The Deccan Riots must be distinguished from the broader category of peasant and tribal revolts that preceded them, such as the Santhal Rebellion of 1855–56 or the Indigo Revolt of 1859–60 in Bengal. The Indigo Revolt was directed against European planters and a coerced cropping system; the Santhal hool was a tribal insurrection with millenarian dimensions against settled outsiders and the colonial order together. The Deccan Riots, by contrast, were a settled-peasant movement against a class of indigenous Indian moneylenders, conducted largely within the grammar of the existing legal system and aimed at debt instruments rather than at the British administration. This makes them a key case in distinguishing economic agrarian protest from anti-colonial nationalist mobilisation.

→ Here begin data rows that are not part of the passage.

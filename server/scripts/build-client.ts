import { spawnSync } from 'node:child_process';
import { createHash } from 'node:crypto';
import { existsSync, readdirSync, readFileSync, statSync, writeFileSync } from 'node:fs';
import { join } from 'node:path';

const root = join(import.meta.dirname, '../..');
// Inside the build: Vite empties the folder before it writes, so a build that failed leaves no stamp. The server does
// not serve files that start with a dot.
const stampFile = join(root, 'dist/.inputs');

function hashOfInputs(): string {
  const files = ['index.html', 'vite.config.ts', 'tsconfig.json', 'package-lock.json'];
  for (const folder of ['src', 'shared']) {
    if (!existsSync(join(root, folder))) continue;
    const found = readdirSync(join(root, folder), { recursive: true, encoding: 'utf8' });
    files.push(...found.sort().map((file) => join(folder, file)));
  }
  const hash = createHash('sha256');
  for (const file of files) {
    const path = join(root, file);
    if (!existsSync(path) || !statSync(path).isFile()) continue;
    hash.update(`${file}\0`).update(readFileSync(path)).update('\0');
  }
  return hash.digest('hex');
}

/**
 * Builds the client into `dist/` unless it was built from these very inputs.
 *
 * @throws Error with what the build said.
 */
export function buildClient(say: (line: string) => void = () => {}): void {
  const inputs = hashOfInputs();
  if (existsSync(stampFile) && readFileSync(stampFile, 'utf8') === inputs) return;
  say('Building the pages.');
  const result = spawnSync(process.execPath, [join(root, 'node_modules/vite/bin/vite.js'), 'build'], {
    cwd: root,
    encoding: 'utf8',
  });
  if (result.status !== 0) throw new Error(`The pages could not be built:\n${result.stdout}${result.stderr}`);
  writeFileSync(stampFile, inputs);
}
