import * as z from 'zod';
import type { Mail } from './notice.ts';

type Recipient = { readonly name: string };

/** Ties the shape of a payload to the words made of it; a payload of another shape is a programming error. */
function defineMail<Shape extends z.ZodType>(shape: Shape, write: (payload: z.output<Shape>, to: Recipient) => Mail) {
  return (payload: unknown, to: Recipient): Mail => write(shape.parse(payload), to);
}

const submission = z.object({
  submissionId: z.string(),
  studyTitle: z.string(),
  targetName: z.string(),
  byName: z.string(),
});
const open = (submissionId: string) => ({ label: 'Open the submission', path: `/submissions/${submissionId}` });

/** Every mail Stemma sends. A mail links to the exact page; opening the link changes nothing. */
export const mailCatalogue: Readonly<Record<string, (payload: unknown, to: Recipient) => Mail>> = {
  'submission-waits': defineMail(submission.extend({ note: z.string() }), (given) => ({
    subject: `${given.targetName} waits for your review (${given.studyTitle})`,
    paragraphs: [
      `${given.byName} submitted ${given.targetName} of the study "${given.studyTitle}" for review.`,
      ...(given.note ? [`Note: ${given.note}`] : []),
      'Rule on each assumption, then sign it or return it with comments.',
    ],
    link: open(given.submissionId),
  })),
  'submission-signed': defineMail(submission.extend({ meaning: z.string(), snapshotHash: z.string() }), (given) => ({
    subject: `${given.targetName} is signed (${given.studyTitle})`,
    paragraphs: [
      `${given.byName} signed ${given.targetName} of the study "${given.studyTitle}".`,
      `Meaning: ${given.meaning}`,
      `Receipt: SHA-256 of the signed snapshot ${given.snapshotHash}. Keep this mail; it witnesses what was signed.`,
    ],
    link: open(given.submissionId),
  })),
  'submission-returned': defineMail(submission.extend({ comments: z.string() }), (given) => ({
    subject: `${given.targetName} is returned to you (${given.studyTitle})`,
    paragraphs: [
      `${given.byName} returned ${given.targetName} of the study "${given.studyTitle}".`,
      `Comments: ${given.comments}`,
    ],
    link: open(given.submissionId),
  })),
  'submission-withdrawn': defineMail(submission.extend({ reason: z.string() }), (given) => ({
    subject: `${given.targetName} no longer waits for you (${given.studyTitle})`,
    paragraphs: [
      `${given.byName} withdrew the submission of ${given.targetName} of the study "${given.studyTitle}".`,
      `Reason: ${given.reason}`,
    ],
    link: open(given.submissionId),
  })),
  'person-invited': defineMail(z.object({ token: z.string(), byName: z.string() }), (given, to) => ({
    subject: 'Your account at Stemma',
    paragraphs: [
      `${to.name}, ${given.byName} made an account for you at Stemma, where scale-up numbers are kept with their lineage.`,
      'Choose a password of at least 15 characters. The link works once, within seven days.',
    ],
    link: { label: 'Choose a password', path: `/password/${given.token}` },
  })),
  'password-link': defineMail(z.object({ token: z.string() }), (given) => ({
    subject: 'A new password for Stemma',
    paragraphs: [
      'Somebody asked for a new password for your account. The link works once, within two hours.',
      'If it was not you, do nothing: your password stays as it is.',
    ],
    link: { label: 'Choose a new password', path: `/password/${given.token}` },
  })),
};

Historiographical debate has centred on the interpretation of the revolt. The economic-determinist reading, associated with scholars examining revenue and credit data, stresses over-assessment and the cotton cycle. Other historians, notably in the tradition that analysed the relationship between moral economy and market integration, have emphasised the breakdown of customary credit relations as the sahukar shifted from a patron embedded in village society to an externally backed creditor armed with court decrees. There is also continuing discussion of whether the Relief Act of 1879 actually protected cultivators or merely drove credit underground and reduced its availability. The riots are frequently cited in UPSC and graduate modern-history syllabi as a paradigm of colonial commercialisation of agriculture and its social consequences.
For the working practitioner—whether examining the genealogy of agrarian distress in South Asia, the politics of rural debt, or the colonial origins of protective tenancy legislation—the Deccan Riots remain instructive. They illustrate how revenue policy, global commodity cycles and an imported legal order can combine to dispossess a cultivating class, and how the resulting unrest can compel even an extractive state to legislate protection. The episode foreshadows debates over farmer indebtedness, credit access and land alienation that persist in Indian policy today, and it supplies a precise historical template for analysing the interaction between fiscal demand, market integration and rural insolvency.
Example
In May 1875, peasants in Supa village near Poona forced Marwari moneylenders to surrender their account books and debt bonds, then burned the documents—launching an uprising that spread across the Deccan.
Frequently asked questions
The riots stemmed from rural indebtedness aggravated by the post-American Civil War collapse of cotton prices after 1865, sharp upward revisions of land revenue under the Ryotwari system, and a legal regime of written bonds and civil-court decrees that allowed moneylenders to foreclose on peasant land. Poor harvests compounded the cultivators' inability to pay.